Seabird Bones Reveal Changes in Open-Ocean Food Chain

May 13, 2013 — Remains of endangered Hawaiian petrels -- both ancient and modern -- show how drastically today's open seas fish menu has changed.

A research team, led by Michigan State University and Smithsonian Institution scientists, analyzed the bones of Hawaiian petrels -- birds that spend the majority of their lives foraging the open waters of the Pacific. They found that the substantial change in petrels' eating habits, eating prey that are lower rather than higher in the food chain, coincides with the growth of industrialized fishing.

The birds' dramatic shift in diet, shown in the current issue of the Proceedings of the National Academy of Sciences, leaves scientists pondering the fate of petrels as well as wondering how many other species face similar challenges.

"Our bone record is alarming because it suggests that open-ocean food webs are changing on a large scale due to human influence," said Peggy Ostrom, co-author and MSU zoologist. "Our study is among the first to address one of the great mysteries of biological oceanography -- whether fishing has gone beyond an influence on targeted species to affect nontarget species and potentially, entire food webs in the open ocean."

Hawaiian petrels' diet is recorded in the chemistry of their bones. By studying the bones' ratio of nitrogen-15 and nitrogen-14 isotopes, researchers can tell at what level in the food chain the birds are feasting; generally, the larger the isotope ratio, the bigger the prey (fish, squid and crustaceans).
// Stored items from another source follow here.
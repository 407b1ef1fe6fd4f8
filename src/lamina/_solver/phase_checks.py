"""Warn step: phase functions that the solver can take but whose results would mislead.

Two cases, both valid input that gives unphysical radiances:

* moments of a forward-peaked phase function cut off too early: the Legendre series is then
  negative at some scattering angles, and the single-scattering correction, which uses the
  series as given, gives negative radiances there;
* moments that stop before chi_M, the one delta-M scaling with M streams needs (Wiscombe
  1977): the layer is then not scaled (f = 0) and its forward peak, which M streams cannot
  carry, makes the discrete-ordinates radiances ring.

Each warning is a :class:`lamina.LaminaWarning` naming the layer and what to do. A valid,
non-negative phase function never warns.
"""

from __future__ import annotations

import functools
import warnings

import numpy as np

from lamina import phase
from lamina._checks import LaminaWarning
from lamina._solver.common import Block, BlockSettings

#: Scattering angles (degrees) at which a phase function is checked for negative values.
CHECK_ANGLES = np.linspace(0.0, 180.0, 721)
#: A phase function (normalised to a mean of 1 over the sphere) more negative than this is
#: reported; round-off in moments computed elsewhere stays far below it.
NEGATIVE_TOLERANCE = 1e-6


def warn_about_phase_functions(block: Block, settings: BlockSettings) -> None:
    """Warn (with the first layer concerned) about the two cases of the module docstring.

    Both show as a Legendre series that is negative somewhere: a series that ends early
    because the phase function is smooth (Rayleigh's three moments) is positive and
    complete, and needs no delta-M scaling.
    """
    moments = block.phase_moments
    short = settings.delta_m and moments.shape[-1] <= settings.streams
    corrected = settings.single_scattering_correction and settings.views.wanted
    if not (short or corrected) or moments.shape[-1] < 2:
        return
    scatters = (block.single_scattering_albedo > 0.0) & (block.optical_depth > 0.0)
    found = _most_negative(moments, scatters)
    if found is None:
        return
    layer, value, angle = found
    if short:
        warnings.warn(
            f"phase_moments of layer {layer} stop at chi_{moments.shape[-1] - 1}, before "
            f"chi_{settings.streams}, which delta-M scaling with {settings.streams} streams "
            f"needs, and their series is negative ({value:.3g} at {angle:g} degrees): a "
            "forward peak cut off. That layer is not scaled and its radiances can go "
            f"negative. Give at least {settings.streams + 1} moments (or fewer streams)",
            LaminaWarning, stacklevel=2)
    else:
        warnings.warn(
            f"phase_moments of layer {layer} give a phase function that is negative at some "
            f"scattering angles ({value:.3g} at {angle:g} degrees): too few moments of a "
            "forward-peaked phase function, and the single-scattering correction then gives "
            "negative radiances there. Give more moments (or the exact phase function "
            "through lamina.phase.from_tabulated)", LaminaWarning, stacklevel=2)


@functools.lru_cache(maxsize=8)
def _weighted_table(terms: int) -> np.ndarray:
    """(2l + 1) P_l at CHECK_ANGLES, (moment, angle): the same for every call (read-only)."""
    degree = np.arange(terms)
    table = phase.legendre_polynomials(np.cos(np.radians(CHECK_ANGLES)), terms)
    weighted = (2.0 * degree + 1.0)[:, None] * table.T
    weighted.flags.writeable = False
    return weighted


#: Values of the series (rows x CHECK_ANGLES) computed at a time: bounds the check's
#: temporaries (a 60,000-column block with radiances once peaked at 12x its moments here).
_SLAB_VALUES = 1 << 21


def _most_negative(moments: np.ndarray, scatters: np.ndarray) -> tuple[int, float, float] | None:
    """(layer, value, angle) of the most negative scattering layer's series, or None.

    Columns are looked at a slab at a time; on a tie between slabs the first is kept.
    """
    table = _weighted_table(moments.shape[-1])
    step = max(1, _SLAB_VALUES // (max(1, moments.shape[1]) * CHECK_ANGLES.size))
    best = None
    for start in range(0, moments.shape[0], step):
        chosen = scatters[start:start + step]
        rows = moments[start:start + step][chosen]
        if rows.shape[0] == 0:
            continue
        unique, index = np.unique(rows, axis=0, return_index=True)
        values = unique @ table
        worst = np.unravel_index(np.argmin(values), values.shape)
        if best is None or values[worst] < best[1]:
            layer = int(np.argwhere(chosen)[index[worst[0]]][1])
            best = (layer, float(values[worst]), float(CHECK_ANGLES[worst[1]]))
    if best is None or best[1] >= -NEGATIVE_TOLERANCE:
        return None
    return best
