"""The floor of the solver's steps: what several of them share.

The error type, the option constants, the private dim names, the records that one step hands
to the next, and the geometry helpers (cosines of the beam, of the view directions and of the
scattering angle; optical depth at the output positions). Every step module imports from
here and from library modules only, never from another step, so that the steps can change
(or be added) independently; see :mod:`lamina._solver`.
"""

from __future__ import annotations

from dataclasses import dataclass
from typing import Any

import numpy as np
import xarray as xr

from lamina._checks import as_float_array, require_range

#: Cosine used for a view zenith of exactly 90 degrees (the limit mu -> 0 is taken there).
GRAZING_COSINE = 1e-9

#: Earth-air defaults for heating rates: standard gravity (CODATA / ISO 80000) and the
#: specific heat of dry air at constant pressure near 300 K (common practice).
EARTH_GRAVITY = 9.80665
DRY_AIR_HEAT_CAPACITY = 1004.0

SECONDS_PER_DAY = 86400.0

#: Private core dims of the blocks: sun angles and output positions (renamed or dropped in
#: the output Dataset).
SUN_DIM = "_sun"
POSITION_DIM = "_position"

#: Private core dims of a bidirectional surface's block inputs (``surface_terms``)
TERM_DIM = "_term"
QUADRATURE_DIM = "_quadrature"
INCIDENT_DIM = "_incident"
VIEW_DIM = "_view"
VIEW_AZIMUTH_DIM = "_view_azimuth"

#: Core dims of the surface's block inputs, in the order of SurfaceArrays.arrays
#: (and of the kernel's keywords).
SURFACE_CORE_DIMS = (
    [TERM_DIM, QUADRATURE_DIM, INCIDENT_DIM],
    [SUN_DIM, TERM_DIM, QUADRATURE_DIM],
    [TERM_DIM, VIEW_DIM, INCIDENT_DIM],
    [SUN_DIM, VIEW_DIM, VIEW_AZIMUTH_DIM],
    [QUADRATURE_DIM],
    [VIEW_DIM],
)

#: The kernel's keyword for each array, in the same order.
SURFACE_KEYWORDS = ("surface_fourier", "surface_beam_fourier", "surface_view_fourier",
                    "surface_view_beam", "surface_emissivity", "surface_view_emissivity")


class SolverError(RuntimeError):
    """The kernel could not solve a column (a LAPACK failure or a non-finite result)."""


# the public home of the error (tracebacks and pickles name lamina.solve.SolverError, as
# before the solver was split into steps)
SolverError.__module__ = "lamina.solve"


# ------------------------------------------------------------------ records between steps


@dataclass(frozen=True, eq=False)
class Positions:
    """Output positions: fractional level numbers, and the layer and fraction of each."""

    levels: np.ndarray
    layer: np.ndarray
    fraction: np.ndarray


@dataclass(frozen=True, eq=False)
class Views:
    """View directions: degrees (the output coordinates) and what the kernel takes."""

    zenith: np.ndarray
    azimuth: np.ndarray
    cosines: np.ndarray
    azimuth_radians: np.ndarray
    #: True for one view per pixel (``view_zenith``/``view_azimuth`` given as DataArrays
    #: along the atmosphere's extra dims): each column has its own view (block inputs),
    #: and the arrays above are one placeholder angle that sets the kernel's sizes
    per_pixel: bool = False

    @property
    def wanted(self) -> bool:
        """True if radiances are asked for (else only the azimuth-independent problem)."""
        return bool(self.zenith.size and self.azimuth.size)


@dataclass(frozen=True, eq=False)
class Options:
    """Every option of :func:`lamina.solve`, checked (output of the check step)."""

    streams: int
    delta_m: bool
    single_scattering_correction: bool
    aureole_correction: bool
    fourier_tolerance: float
    max_fourier_terms: int
    #: as given (checked positive); they only scale the heating rate
    gravity: Any
    heat_capacity: Any
    #: True if the user gave a sun (a zenith angle, with or without an irradiance)
    beam: bool
    #: sun zenith (degrees) with the private sun dim; True if the user gave a list of suns
    sun_zenith: xr.DataArray
    sun_list: bool
    sun_irradiance: xr.DataArray
    surface_albedo: xr.DataArray
    top_diffuse_radiance: xr.DataArray
    #: the ``units`` attributes of sun_irradiance and top_diffuse_radiance, where given
    irradiance_units: str | None
    top_radiance_units: str | None
    views: Views
    positions: Positions
    #: True when outputs are on every level (no output_levels given)
    on_levels: bool
    #: per-pixel views (``views.per_pixel``): zenith and azimuth in degrees as DataArrays
    #: along the atmosphere's extra dims
    pixel_views: tuple[xr.DataArray, xr.DataArray] | None = None


@dataclass(frozen=True, eq=False)
class ThermalSources:
    """Planck radiance at the levels and at the surface (zeros without thermal emission)."""

    levels: xr.DataArray
    surface: xr.DataArray
    #: units of the Planck radiance, None without thermal emission
    units: str | None

    @property
    def thermal(self) -> bool:
        """True if there is thermal emission."""
        return self.units is not None


@dataclass(frozen=True, eq=False)
class SurfaceArrays:
    """A bidirectional surface's block inputs (see ``surface_terms``) and its description."""

    arrays: tuple[xr.DataArray, ...]
    description: str


@dataclass(frozen=True, eq=False)
class BlockSettings:
    """What every block of columns needs, the same for all blocks."""

    streams: int
    delta_m: bool
    single_scattering_correction: bool
    aureole_correction: bool
    fourier_tolerance: float
    max_fourier_terms: int
    thermal: bool
    positions: Positions
    views: Views
    #: True if any input is dask-backed (error messages then say an index is in a chunk)
    lazy: bool
    #: True if check_atmosphere has seen the values of the optical properties
    optics_checked: bool
    #: the bidirectional surface's description (None: the Lambertian surface_albedo)
    surface: str | None = None
    #: True for a pseudo-spherical beam (solve(planet_radius=)): the level radii are the
    #: last block input
    spherical: bool = False
    #: Stokes components solved (1: the scalar kernel; 3, 4: ``polarized``)
    stokes: int = 1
Between 4,000 and 100 years ago, petrels had high isotope ratios, indicating they ate bigger prey. After the onset of industrial fishing, which began extending past the continental shelves around 1950, the isotope ratios declined, indicating a species-wide shift to a diet of smaller fish and other prey.
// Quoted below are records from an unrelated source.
def hapke(single_scattering_albedo: Any, asymmetry: Any = 0.0, opposition_amplitude: Any = 0.0,
          opposition_width: Any = 0.05, h_approximation: str = "hapke2002") -> Surface:
    """Hapke's regolith reflectance with the shadow-hiding opposition effect.

    Parameters
    ----------
    single_scattering_albedo : float or DataArray
        w of the particles, in [0, 1].
    asymmetry : float or DataArray
        Of the one-parameter Henyey-Greenstein particle phase function, in (-1, 1), in the
        scattering-angle sense (negative: backscattering particles). 0: isotropic.
    opposition_amplitude : float or DataArray
        B0, in [0, 1] (Hapke 1993: the shadow-hiding amplitude cannot exceed 1). 0: no
        opposition effect.
    opposition_width : float or DataArray
        h, > 0: the half-width of the surge in tan(g/2) (Hapke 1986).
    h_approximation : {"hapke2002", "hapke1981"}
        The H-function approximation of the multiple-scattering term (`hapke_h_function`).

    Notes
    -----
    f = r / mu0 is reciprocal. With w = 1 and isotropic particles the exact H-function would
    give a directional albedo of exactly 1; the 2002 approximation gives about 0.986, the 1981
    one about 1.04, which the energy check refuses (so w near 1 needs the default). The
    multiple-scattering term is that of isotropic particles whatever the asymmetry, and the
    opposition surge adds to the single scattering, so at w = 1 a backscattering phase
    function or a surge puts more than the incident energy into the upper hemisphere (1.12 at
    asymmetry -0.4): the check refuses those too.

    References
    ----------
    B. Hapke, "Bidirectional reflectance spectroscopy 1. Theory", J. Geophys. Res. 86,
    3039-3054 (1981); B. Hapke, "Bidirectional reflectance spectroscopy 4. The extinction
    coefficient and the opposition effect", Icarus 67, 264-280 (1986); B. Hapke, Theory of
    Reflectance and Emittance Spectroscopy, Cambridge University Press (1993), ch. 8 and 10;
    B. Hapke, "Bidirectional reflectance spectroscopy 5. The coherent backscatter opposition
    effect and anisotropic scattering", Icarus 157, 523-534 (2002).
    """
    return Hapke(single_scattering_albedo, asymmetry, opposition_amplitude, opposition_width,
                 h_approximation)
Much research has focused on the impact of fishing near the coasts. In contrast, the open ocean covers nearly half of Earth's surface. But due to a lack of historical records, fishing's impact on most open-ocean animal populations is completely unknown, said lead author Anne Wiley, formerly an MSU doctoral student and now a Smithsonian postdoctoral researcher.

"Hawaiian petrels spend the majority of their lives foraging over vast expanses of open ocean," she said. "In their search for food, they've done what scientists can only dream of. For thousands of years, they've captured a variety of fish, squid and crustaceans from a large portion of the North Pacific Ocean, and a record of their diet is preserved in their bones."
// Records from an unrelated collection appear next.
"""Describe step: the blocks' arrays as the output Dataset.

Names and coordinates (the private sun and position dims become ``sun_zenith`` and
``level``, or are dropped for a single sun), the derived outputs (total and net flux,
actinic flux, flux divergence and heating rate), and the units, long names, CF standard
names and solver settings of every variable (CF-1.10). A new output (a Stokes component, a
derivative) gets its name, dims and description here.
"""

from __future__ import annotations

import datetime as _datetime

import numpy as np
import xarray as xr

from lamina._cf import cf_encode
from lamina._solver.common import (
    POSITION_DIM,
    SECONDS_PER_DAY,
    SUN_DIM,
    BlockSettings,
    Options,
    ThermalSources,
)
from lamina._units import OutputUnits, output_units


def assemble(
    results: tuple[xr.DataArray, ...],
    names: list[str],
    atmosphere: xr.Dataset,
    options: Options,
    sources: ThermalSources,
    settings: BlockSettings,
) -> xr.Dataset:
    """The output Dataset from the blocks' outputs (named in the plan's order)."""
    out = _labelled(results, names, atmosphere, options)
    out = _derived(out, atmosphere, options)
    _reflectance(out, options)
    thermal = None if sources.units is None else sources.units.replace(" sr-1", "")
    units = output_units(options.beam, options.irradiance_units, thermal,
                         options.top_radiance_units)
    _describe(out, units, settings, options.beam)
    return cf_encode(out)


def _labelled(results, names, atmosphere: xr.Dataset, options: Options) -> xr.Dataset:
    """The blocks' outputs with the public dims and coordinates."""
    out = xr.Dataset(dict(zip(names, results, strict=True)))
    out = out.rename({POSITION_DIM: "level"})
    depth = out["cumulative_optical_depth"]
    out = out.drop_vars("cumulative_optical_depth").assign_coords(
        level=(options.positions.levels if not options.on_levels
               else np.arange(atmosphere.sizes["layer"] + 1)),
        cumulative_optical_depth=depth,
    )
    views = options.views
    if views.per_pixel:
        # one view per pixel: the angles are coordinates along the pixels' dims
        view_zenith, view_azimuth = (array.drop_vars(list(array.coords))
                                     for array in options.pixel_views)
        out = out.assign_coords(direction=["up", "down"], view_zenith=view_zenith,
                                view_azimuth=view_azimuth)
    elif views.wanted:
        out = out.assign_coords(direction=["up", "down"], view_zenith=views.zenith,
                                view_azimuth=views.azimuth)
    zenith = options.sun_zenith
    if not options.beam:
        out = out.isel({SUN_DIM: 0}, drop=True)
    elif options.sun_list:
        out = out.rename({SUN_DIM: "sun_zenith"})
        if "sun_zenith" not in out.coords and zenith.ndim == 1:
            out = out.assign_coords(sun_zenith=zenith.values)
    else:
        out = out.isel({SUN_DIM: 0}, drop=True)
        if zenith.ndim == 1:
            out = out.assign_coords(sun_zenith=float(zenith.values[0]))
    for name, coordinate in atmosphere.coords.items():
        if name in out.coords and name not in ("level", "layer") and coordinate.attrs:
            out[name].attrs = dict(coordinate.attrs)
    return out


def _derived(out: xr.Dataset, atmosphere: xr.Dataset, options: Options) -> xr.Dataset:
    """Total, net and actinic flux; on every level also flux divergence and heating rate."""
    on_levels = options.on_levels
    out["flux_down"] = out["flux_down_diffuse"] + out["flux_down_direct"]
    out["flux_net"] = out["flux_down"] - out["flux_up"]
    out["actinic_flux"] = 4.0 * np.pi * out["mean_intensity"]
    for name in ("pressure", "altitude"):
        if name in atmosphere and on_levels:
            # a profile may vary along the extra dims (one per column)
            out = out.assign_coords({name: atmosphere[name].drop_vars("level")})
    if on_levels:
        net = out["flux_net"]
        top = net.isel(level=slice(None, -1)).drop_vars(
            ["level", "cumulative_optical_depth", "pressure", "altitude"], errors="ignore")
        bottom = net.isel(level=slice(1, None)).drop_vars(
            ["level", "cumulative_optical_depth", "pressure", "altitude"], errors="ignore")
        divergence = (top - bottom).rename({"level": "layer"})
        out["flux_divergence"] = divergence.assign_coords(
            layer=np.arange(atmosphere.sizes["layer"]))
        if "pressure" in atmosphere:
            pressure = atmosphere["pressure"].drop_vars("level")
            thickness = (pressure.isel(level=slice(1, None))
                         - pressure.isel(level=slice(None, -1))).rename({"level": "layer"})
            out["heating_rate"] = (options.gravity / options.heat_capacity
                                   * out["flux_divergence"] / thickness * SECONDS_PER_DAY)
    return out


def _reflectance(out: xr.Dataset, options: Options) -> None:
    """``reflectance`` = pi I / (mu0 S) of the upward radiance at the top (in place).

    Only with a beam, radiances and the top among the output positions; NaN in a column
    whose beam has S = 0 (no beam there, so no reflectance factor).
    """
    top = np.flatnonzero(options.positions.levels == 0.0)
    if not (options.beam and options.views.wanted and top.size):
        return
    upward = out["radiance"].isel(level=int(top[0])).sel(direction="up")
    beam = np.cos(np.radians(options.sun_zenith)) * options.sun_irradiance
    if options.sun_list:
        beam = beam.rename({SUN_DIM: "sun_zenith"})
    else:
        beam = beam.isel({SUN_DIM: 0}, drop=True)
    beam = beam.drop_vars([name for name in beam.coords if name in upward.coords
                           or name == "sun_zenith"])
    reflectance = np.pi * upward / beam.where(beam > 0.0)
    out["reflectance"] = reflectance.drop_vars(
        ["level", "direction", "cumulative_optical_depth", "pressure", "altitude"],
        errors="ignore")


def _variables(units: OutputUnits) -> dict[str, tuple[str, str, str | None]]:
    """Name -> (long name, units, CF standard name or None) of every output variable.

    The CF standard-name table has no name for a flux or a radiance that is neither spectral
    nor split into short and long wave, so those carry none; the heating rate's name holds
    only when its units are a temperature tendency.
    """
    flux, radiance = units.flux, units.radiance
    heating_name = ("tendency_of_air_temperature_due_to_radiative_heating"
                    if units.heating_rate == "K day-1" else None)
    return {
        "flux_up": ("upward diffuse flux on a horizontal plane", flux, None),
        "flux_down_diffuse": ("downward diffuse flux on a horizontal plane", flux, None),
        "flux_down_direct": ("downward flux of the attenuated direct beam", flux, None),
        "flux_down": ("total downward flux (diffuse + direct)", flux, None),
        "flux_net": ("net downward flux (down minus up)", flux, None),
        "mean_intensity": ("mean intensity J, the radiance averaged over all directions "
                           "including the direct beam", radiance, None),
        "actinic_flux": ("actinic flux 4 pi J", flux, None),
        "radiance": ("radiance at the view angles", radiance, None),
        "reflectance": ("bidirectional reflectance factor pi I / (mu0 S) of the upward "
                        "radiance at the top (NaN where S = 0; with stokes > 1 per Stokes "
                        "component, pi Q / (mu0 S) the polarized reflectance and so on)", "1",
                        None),
        "flux_divergence": ("radiative energy absorbed per layer: net downward flux at its "
                            "top minus at its bottom", flux, None),
        "heating_rate": ("radiative heating rate (g / c_p) (F_net,top - F_net,bottom) / "
                         "(p_bottom - p_top)", units.heating_rate, heating_name),
        "fourier_terms": ("number of azimuthal Fourier terms summed", "1", None),
    }


#: Attributes of the coordinates the output may carry, by the coordinate whose presence
#: brings them (the view directions come together).
_COORDINATES = {
    "view_zenith": {
        "view_zenith": {"long_name": "zenith angle of the propagation direction from the "
                                     "vertical", "units": "degree"},
        "view_azimuth": {"long_name": "azimuth of propagation from that of the incident "
                                      "beam (0 = forward side)", "units": "degree"},
        "direction": {"long_name": "up: propagating upward; down: downward"},
    },
    "sun_zenith": {"sun_zenith": {"long_name": "solar zenith angle", "units": "degree",
                                  "standard_name": "solar_zenith_angle"}},
    "pressure": {"pressure": {"long_name": "pressure at the level", "units": "Pa",
                              "standard_name": "air_pressure"}},
    "altitude": {"altitude": {"long_name": "altitude of the level", "units": "m",
                              "standard_name": "altitude", "positive": "up"}},
}


def _describe(out: xr.Dataset, units: OutputUnits, settings: BlockSettings,
              beam: bool) -> None:
    """Units, long names and solver settings on the output Dataset."""
    for name, (long_name, label, standard) in _variables(units).items():
        if name in out:
            out[name].attrs = {"long_name": long_name, "units": label}
            if standard:
                out[name].attrs["standard_name"] = standard
            if units.note and name not in ("fourier_terms", "reflectance"):
                out[name].attrs["comment"] = units.note
    out["cumulative_optical_depth"].attrs = {
        "long_name": "optical depth from the top of the atmosphere (unscaled)", "units": "1"}
    out["level"].attrs = {"long_name": "level number from the top (fractional: position "
                                       "inside a layer, in optical depth)", "units": "1"}
    if "layer" in out.coords:
        out["layer"].attrs = {"long_name": "layer number from the top", "units": "1"}
    for trigger, coordinates in _COORDINATES.items():
        if trigger in out.coords:
            for name, attributes in coordinates.items():
                out[name].attrs = dict(attributes)
    from lamina import __version__

    out.attrs = {
        "title": "lamina discrete-ordinates radiative transfer",
        "Conventions": "CF-1.10",
        "lamina_version": __version__,
        "history": f"{_datetime.datetime.now(_datetime.UTC).isoformat(timespec='seconds')} "
                   "computed by lamina.solve",
        "streams": settings.streams,
        "delta_m": int(settings.delta_m),
        "single_scattering_correction": int(settings.single_scattering_correction),
        "aureole_correction": int(settings.aureole_correction),
        "fourier_tolerance": settings.fourier_tolerance,
        "max_fourier_terms": settings.max_fourier_terms,
        "beam_source": int(beam),
        "thermal_source": int(settings.thermal),
        "surface": settings.surface or "lambertian (surface_albedo)",
        "azimuth_convention": "view_azimuth is measured from the azimuth of the beam's "
                              "propagation: 0 forward-scattering side, 180 backscattering",
    }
Addressing fishery impact through a chronology of bones is remarkable. Most marine animals die at sea, where their bones are buried on the ocean bottom. But after three decades of fossil collection in the Hawaiian Islands -- the breeding grounds of the Hawaiian petrel -- co-author Helen James of the Smithsonian Institution and her colleagues have amassed a collection of more than 17,000 ancient Hawaiian petrel bones.

"The petrels breed in burrows and caves where, if they die, their bones are likely to be preserved for a long time," James said. "It's fortuitous to find such a rich bone record for a rare oceanic predator."

Further studies are needed to explore how the shift down the food chain is affecting Hawaiian petrels. For a coastal seabird, however, a similar shift in diet has been associated with decreases in population -- bad news for a federally protected bird.

Since petrels exploit fishing grounds from the equator to near the Aleutian Islands -- an area larger than the continental United States -- their foraging habits are quite telling. If petrels, signal flares for open-ocean food webs, have had a species-wide change in feeding habits, how many other predators around the world has fishing impacted? And what role do consumers play?

"What you choose to put on your dinner plate -- that's your connection with the endangered Hawaiian petrel, and with many other marine species," Wiley said.

The research was funded by the National Science Foundation, MSU and the Smithsonian Institution.